PROBLEM TO SOLVE.
Please quote exactly the lines below from the line containing "in vals already." to the line containing "no sum), without", both lines included, and nothing else.

EXCERPTED DATA.
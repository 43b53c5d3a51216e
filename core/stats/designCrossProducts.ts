import { addCrossProducts, rowViews } from './crossProducts';
import type { DesignRows, SparseRows } from './design';

/** Rows gathered per block of cross products (scratch of a few BLOCK_ROWS x p blocks). */
const BLOCK_ROWS = 128;

/** What `designCrossProducts` gathers besides X'X. */
export interface CrossProductRequest {
  /**
   * Residuals (same order as the design rows) whose centred squares u_i = e_i^2 - mean(e^2)
   * are regressed on the design by the Breusch-Pagan test: gathers X'u and u'u.
   */
  readonly squaresOf?: Float64Array;
  /** Gathers X'AX and X'A^2X for the first-difference matrix A, for the Durbin-Watson moments. */
  readonly differences?: boolean;
}

/** Cross products of a design gathered in one pass over its rows (matrices row-major p x p, upper triangle filled). */
export interface DesignCrossProducts {
  readonly p: number;
  readonly n: number;
  /** X'X. */
  readonly gram: Float64Array;
  /** With `squaresOf`: X'u, u'u and mean(e^2). */
  readonly squares?: { readonly xu: Float64Array; readonly uu: number; readonly meanSquare: number };
  /** With `differences`: X'AX = sum_i d_i d_i' and X'A^2X = sum_i a_i a_i' (see below). */
  readonly differences?: { readonly xax: Float64Array; readonly xa2x: Float64Array };
}

/**
 * Gathers X'X and, on request, the cross products the Durbin-Watson moments and the
 * Breusch-Pagan regression need, calling `design.row` once per row:
 * - X'AX = sum_i d_i d_i' with d_i = x_i - x_(i-1) (d_0 = d_n = 0), since A = D'D for the
 *   (n-1) x n first-difference matrix D;
 * - X'A^2X = sum_i a_i a_i' with a_i = d_i - d_(i+1), the rows of AX;
 * - X'u and u'u for u_i = e_i^2 - mean(e^2) (Koenker 1981).
 * The differences are taken between design rows, never between sums, so nothing cancels.
 * Rows are gathered in blocks of BLOCK_ROWS and summed by `addCrossProducts` (blocked
 * summation). The residuals are assumed finite (the tests check them first).
 * Cost O(n p^2) time, O(p BLOCK_ROWS) scratch, no allocation per row.
 * Example: designCrossProducts(denseDesign(Float64Array.of(1, 0, 1, 1, 1, 2), 2), 3,
 * { differences: true }) has gram [3, 3; ., 5] and X'AX [0, 0; ., 2].
 */
export function designCrossProducts(design: DesignRows, n: number, request: CrossProductRequest): DesignCrossProducts {
  if (design.sparse) return sparseCrossProducts(design.sparse, design.p, n, request);
  const p = design.p;
  const e = request.squaresOf;
  // Row-major block of [x_i | u_i]; the design writes straight into its rows.
  const q = e ? p + 1 : p;
  const m = BLOCK_ROWS;
  const block = new Float64Array(m * q);
  const designRows = rowViews(block, m, q, p);
  const products = new Float64Array(q * q);
  let meanSquare = 0;
  if (e) {
    for (let i = 0; i < n; i++) meanSquare += (e[i] as number) * (e[i] as number);
    meanSquare /= n;
  }
  let uu = 0;
  const differences = request.differences ? new DifferenceSums(p, m) : undefined;
  for (let start = 0; start < n; start += m) {
    const rows = Math.min(m, n - start);
    for (let t = 0; t < rows; t++) design.row(start + t, designRows[t] as Float64Array);
    if (e) {
      for (let t = 0; t < rows; t++) {
        const v = e[start + t] as number;
        const u = v * v - meanSquare;
        uu += u * u;
        block[t * q + p] = u;
      }
    }
    addCrossProducts(block, rows, q, products);
    if (differences) differences.add(block, q, rows, start === 0);
  }
  const gram = new Float64Array(p * p);
  for (let a = 0; a < p; a++) for (let b = a; b < p; b++) gram[a * p + b] = products[a * q + b] as number;
  const out: { -readonly [K in keyof DesignCrossProducts]: DesignCrossProducts[K] } = { p, n, gram };
  if (e) {
    const xu = new Float64Array(p);
    for (let a = 0; a < p; a++) xu[a] = products[a * q + p] as number;
    out.squares = { xu, uu, meanSquare };
  }
  if (differences) out.differences = differences.finish();
  return out;
}

/** Running sums of d_i d_i' and a_i a_i' over blocks of design rows. */
class DifferenceSums {
  private readonly dBlock: Float64Array;
  private readonly aBlock: Float64Array;
  private readonly prevRow: Float64Array;
  private readonly prevDiff: Float64Array; // d_(i-1)
  private readonly xax: Float64Array;
  private readonly xa2x: Float64Array;

  constructor(
    private readonly p: number,
    blockRows: number,
  ) {
    this.dBlock = new Float64Array(blockRows * p);
    this.aBlock = new Float64Array(blockRows * p);
    this.prevRow = new Float64Array(p);
    this.prevDiff = new Float64Array(p);
    this.xax = new Float64Array(p * p);
    this.xa2x = new Float64Array(p * p);
  }

  /** Adds the rows of a block (design columns first, `stride` entries per row). */
  add(block: Float64Array, stride: number, rows: number, firstBlock: boolean): void {
    const { p, dBlock, aBlock, prevRow, prevDiff } = this;
    for (let t = 0; t < rows; t++) {
      const first = firstBlock && t === 0;
      const o = t * stride;
      const od = t * p;
      for (let k = 0; k < p; k++) {
        const v = block[o + k] as number;
        const d = first ? 0 : v - (prevRow[k] as number);
        dBlock[od + k] = d;
        // a_(i-1) = d_(i-1) - d_i (zero for i = 0, where both are zero).
        aBlock[od + k] = (prevDiff[k] as number) - d;
        prevRow[k] = v;
        prevDiff[k] = d;
      }
    }
    addCrossProducts(dBlock, rows, p, this.xax);
    addCrossProducts(aBlock, rows, p, this.xa2x);
  }

  /** X'AX and X'A^2X, adding the last row of AX, a_(n-1) = d_(n-1). */
  finish(): { xax: Float64Array; xa2x: Float64Array } {
    addCrossProducts(this.prevDiff, 1, this.p, this.xa2x);
    return { xax: this.xax, xa2x: this.xa2x };
  }
}

/**
 * The same cross products as `designCrossProducts` for rows x_i = E' b_i with sparse b_i
 * (SparseRows): b b', b u, d d' and a a' are summed in the sparse basis, where a row touches
 * only the entries its non-zeros span (a B-spline row 4, a difference between neighbouring
 * rows at most 8), and mapped back as E' M E once. The same sums up to rounding; cost
 * O(n width^2 + size^2 p) instead of O(n p^2). Runs of rows in one knot interval of a
 * 4-wide basis (most rows, x being sorted) go through fastRun, which adds the same products
 * in the same order (the same bits) with the four entries held in variables.
 */
function sparseCrossProducts(rows: SparseRows, p: number, n: number, request: CrossProductRequest): DesignCrossProducts {
  const { size, width } = rows;
  const e = request.squaresOf;
  let meanSquare = 0;
  if (e) {
    for (let i = 0; i < n; i++) meanSquare += (e[i] as number) * (e[i] as number);
    meanSquare /= n;
  }
  const g = new Float64Array(size * size);
  const xu = new Float64Array(size);
  const dd = request.differences ? new Float64Array(size * size) : undefined;
  const aa = request.differences ? new Float64Array(size * size) : undefined;
  const vals = new Float64Array(width);
  // Dense b_i, b_(i-1), d_i = b_i - b_(i-1), d_(i-1) over the basis, and where each is non-zero.
  let b = new Float64Array(size);
  let bPrev = new Float64Array(size);
  let d = new Float64Array(size);
  let dPrev = new Float64Array(size);
  const a = new Float64Array(size);
  let bLo = 0;
  let bHi = -1;
  let dLo = 0;
  let dHi = -1;
  let uu = 0;
  for (let i = 0; i < n; i++) {
    let first = rows.row(i, vals);
    if (width === 4 && dd && aa && i >= 2 && first === bLo && dLo === bLo && dHi === bHi) {
      // Rows i-2, i-1 and i share one knot interval: every vector spans the same 4 entries.
      const run = fastRun(i, first);
      uu = run.uu;
      i = run.next;
      if (i >= n) break;
      // Row i left the interval; its entries are in vals already.
      first = run.first;
    }
    // b_i replaces b_(i-1), whose old non-zeros are cleared.
    const t = bPrev;
    bPrev = b;
    b = t;
    for (let k = bLo; k <= bHi; k++) b[k] = 0;
    const prevLo = bLo;
    const prevHi = bHi;
    bLo = first;
    bHi = first + width - 1;
    for (let k = 0; k < width; k++) b[first + k] = vals[k] as number;
    outer(g, size, b, bLo, bHi, 1);
    if (e) {
      const v = e[i] as number;
      const u = v * v - meanSquare;
      uu += u * u;
      for (let k = bLo; k <= bHi; k++) xu[k] = (xu[k] as number) + (b[k] as number) * u;
    }
    if (dd && aa) {
      // d_i = b_i - b_(i-1) (d_0 = 0); a_(i-1) = d_(i-1) - d_i.
      const td = dPrev;
      dPrev = d;
      d = td;
      const pdLo = dLo;
      const pdHi = dHi;
      for (let k = pdLo; k <= pdHi; k++) d[k] = 0;
      if (i === 0) {
        dLo = 0;
        dHi = -1;
      } else {
        dLo = Math.min(bLo, prevLo);
        dHi = Math.max(bHi, prevHi);
        for (let k = dLo; k <= dHi; k++) d[k] = (b[k] as number) - (bPrev[k] as number);
      }
      outer(dd, size, d, dLo, dHi, 1);
      const aLo = pdHi < pdLo ? dLo : dHi < dLo ? pdLo : Math.min(pdLo, dLo);
      const aHi = Math.max(pdHi, dHi);
      for (let k = aLo; k <= aHi; k++) a[k] = (dPrev[k] as number) - (d[k] as number);
      outer(aa, size, a, aLo, aHi, 1);
      for (let k = aLo; k <= aHi; k++) a[k] = 0;
    }
  }
  // The last row of AX, a_(n-1) = d_(n-1).
  if (aa) outer(aa, size, d, dLo, dHi, 1);

  /**
   * Adds rows i, i+1, ... while they stay in the knot interval starting at basis entry f,
   * with rows i-2 and i-1 in it too: the same products added to the same entries in the same
   * row order as the general loop (which adds zero products besides, changing no sum), without
   * its range bookkeeping. Leaves b, bPrev, d and dPrev as the general loop would have them;
   * returns the first row not added (with its entries in vals) and uu.
   */
  function fastRun(i: number, f: number): { next: number; first: number; uu: number } {
    const G = g;
    const DD = dd as Float64Array;
    const AA = aa as Float64Array;
    const o0 = f * size + f;
    const o1 = o0 + size;
    const o2 = o1 + size;
    const o3 = o2 + size;
    // b_(i-1), b_(i-2), d_(i-1), d_(i-2) over the 4 entries.
    let b0 = b[f] as number;
    let b1 = b[f + 1] as number;
    let b2 = b[f + 2] as number;
    let b3 = b[f + 3] as number;
    let q0 = bPrev[f] as number;
    let q1 = bPrev[f + 1] as number;
    let q2 = bPrev[f + 2] as number;
    let q3 = bPrev[f + 3] as number;
    let d0 = d[f] as number;
    let d1 = d[f + 1] as number;
    let d2 = d[f + 2] as number;
    let d3 = d[f + 3] as number;
    let p0 = dPrev[f] as number;
    let p1 = dPrev[f + 1] as number;
    let p2 = dPrev[f + 2] as number;
    let p3 = dPrev[f + 3] as number;
    let sumU = uu;
    let first = f;
    let row = i;
    for (; row < n; row++) {
      if (row > i) {
        first = rows.row(row, vals);
        if (first !== f) break;
      }
      const c0 = vals[0] as number;
      const c1 = vals[1] as number;
      const c2 = vals[2] as number;
      const c3 = vals[3] as number;
      addOuter4(G, o0, o1, o2, o3, c0, c1, c2, c3);
      if (e) {
        const v = e[row] as number;
        const u = v * v - meanSquare;
        sumU += u * u;
        xu[f] = (xu[f] as number) + c0 * u;
        xu[f + 1] = (xu[f + 1] as number) + c1 * u;
        xu[f + 2] = (xu[f + 2] as number) + c2 * u;
        xu[f + 3] = (xu[f + 3] as number) + c3 * u;
      }
      const e0 = c0 - b0;
      const e1 = c1 - b1;
      const e2 = c2 - b2;
      const e3 = c3 - b3;
      addOuter4(DD, o0, o1, o2, o3, e0, e1, e2, e3);
      addOuter4(AA, o0, o1, o2, o3, d0 - e0, d1 - e1, d2 - e2, d3 - e3);
      q0 = b0;
      q1 = b1;
      q2 = b2;
      q3 = b3;
      b0 = c0;
      b1 = c1;
      b2 = c2;
      b3 = c3;
      p0 = d0;
      p1 = d1;
      p2 = d2;
      p3 = d3;
      d0 = e0;
      d1 = e1;
      d2 = e2;
      d3 = e3;
    }
    b.set([b0, b1, b2, b3], f);
    bPrev.set([q0, q1, q2, q3], f);
    d.set([d0, d1, d2, d3], f);
    dPrev.set([p0, p1, p2, p3], f);
    return { next: row, first, uu: sumU };
  }
  const out: { -readonly [K in keyof DesignCrossProducts]: DesignCrossProducts[K] } = { p, n, gram: mapped(g, rows.expand, size, p) };
  if (e) out.squares = { xu: rows.expand ? mappedVector(xu, rows.expand, size, p) : xu, uu, meanSquare };
  if (dd && aa) out.differences = { xax: mapped(dd, rows.expand, size, p), xa2x: mapped(aa, rows.expand, size, p) };
  return out;
}

/** Adds v v' to the upper triangle of a 4 x 4 block of m whose rows start at o0..o3 (the products outer() forms, in its order). */
function addOuter4(m: Float64Array, o0: number, o1: number, o2: number, o3: number, v0: number, v1: number, v2: number, v3: number): void {
  m[o0] = (m[o0] as number) + v0 * v0;
  m[o0 + 1] = (m[o0 + 1] as number) + v0 * v1;
  m[o0 + 2] = (m[o0 + 2] as number) + v0 * v2;
  m[o0 + 3] = (m[o0 + 3] as number) + v0 * v3;
  m[o1 + 1] = (m[o1 + 1] as number) + v1 * v1;
  m[o1 + 2] = (m[o1 + 2] as number) + v1 * v2;
  m[o1 + 3] = (m[o1 + 3] as number) + v1 * v3;
  m[o2 + 2] = (m[o2 + 2] as number) + v2 * v2;
  m[o2 + 3] = (m[o2 + 3] as number) + v2 * v3;
  m[o3 + 3] = (m[o3 + 3] as number) + v3 * v3;
}

/** Adds s v v' to the upper triangle of m (size x size) over the entries lo..hi of v. */
function outer(m: Float64Array, size: number, v: Float64Array, lo: number, hi: number, s: number): void {
  for (let r = lo; r <= hi; r++) {
    const vr = s * (v[r] as number);
    if (vr === 0) continue;
    const o = r * size;
    for (let c = r; c <= hi; c++) m[o + c] = (m[o + c] as number) + vr * (v[c] as number);
  }
}

/** E' M E (p x p, upper triangle) for M symmetric with its upper triangle filled; M itself when E is absent. */
function mapped(m: Float64Array, expand: Float64Array | undefined, size: number, p: number): Float64Array {
  if (!expand) return m;
  const full = (r: number, c: number): number => (r <= c ? (m[r * size + c] as number) : (m[c * size + r] as number));
  // M E first (size x p), then E' (M E).
  const me = new Float64Array(size * p);
  for (let r = 0; r < size; r++)
    for (let j = 0; j < p; j++) {
      let s = 0;
      for (let k = 0; k < size; k++) s += full(r, k) * (expand[k * p + j] as number);
      me[r * p + j] = s;
    }
  const out = new Float64Array(p * p);
  for (let i = 0; i < p; i++)
    for (let j = i; j < p; j++) {
      let s = 0;
      for (let k = 0; k < size; k++) s += (expand[k * p + i] as number) * (me[k * p + j] as number);
      out[i * p + j] = s;
    }
  return out;
}

/** E' v. */
function mappedVector(v: Float64Array, expand: Float64Array, size: number, p: number): Float64Array {
  const out = new Float64Array(p);
  for (let k = 0; k < size; k++) for (let j = 0; j < p; j++) out[j] = (out[j] as number) + (expand[k * p + j] as number) * (v[k] as number);
  return out;
}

TASK SOLUTION.
      // Row i left the interval; its entries are in vals already.
      first = run.first;
    }
    // b_i replaces b_(i-1), whose old non-zeros are cleared.
    const t = bPrev;
    bPrev = b;
    b = t;
    for (let k = bLo; k <= bHi; k++) b[k] = 0;
    const prevLo = bLo;
    const prevHi = bHi;
    bLo = first;
    bHi = first + width - 1;
    for (let k = 0; k < width; k++) b[first + k] = vals[k] as number;
    outer(g, size, b, bLo, bHi, 1);
    if (e) {
      const v = e[i] as number;
      const u = v * v - meanSquare;
      uu += u * u;
      for (let k = bLo; k <= bHi; k++) xu[k] = (xu[k] as number) + (b[k] as number) * u;
    }
    if (dd && aa) {
      // d_i = b_i - b_(i-1) (d_0 = 0); a_(i-1) = d_(i-1) - d_i.
      const td = dPrev;
      dPrev = d;
      d = td;
      const pdLo = dLo;
      const pdHi = dHi;
      for (let k = pdLo; k <= pdHi; k++) d[k] = 0;
      if (i === 0) {
        dLo = 0;
        dHi = -1;
      } else {
        dLo = Math.min(bLo, prevLo);
        dHi = Math.max(bHi, prevHi);
        for (let k = dLo; k <= dHi; k++) d[k] = (b[k] as number) - (bPrev[k] as number);
      }
      outer(dd, size, d, dLo, dHi, 1);
      const aLo = pdHi < pdLo ? dLo : dHi < dLo ? pdLo : Math.min(pdLo, dLo);
      const aHi = Math.max(pdHi, dHi);
      for (let k = aLo; k <= aHi; k++) a[k] = (dPrev[k] as number) - (d[k] as number);
      outer(aa, size, a, aLo, aHi, 1);
      for (let k = aLo; k <= aHi; k++) a[k] = 0;
    }
  }
  // The last row of AX, a_(n-1) = d_(n-1).
  if (aa) outer(aa, size, d, dLo, dHi, 1);

  /**
   * Adds rows i, i+1, ... while they stay in the knot interval starting at basis entry f,
   * with rows i-2 and i-1 in it too: the same products added to the same entries in the same
   * row order as the general loop (which adds zero products besides, changing no sum), without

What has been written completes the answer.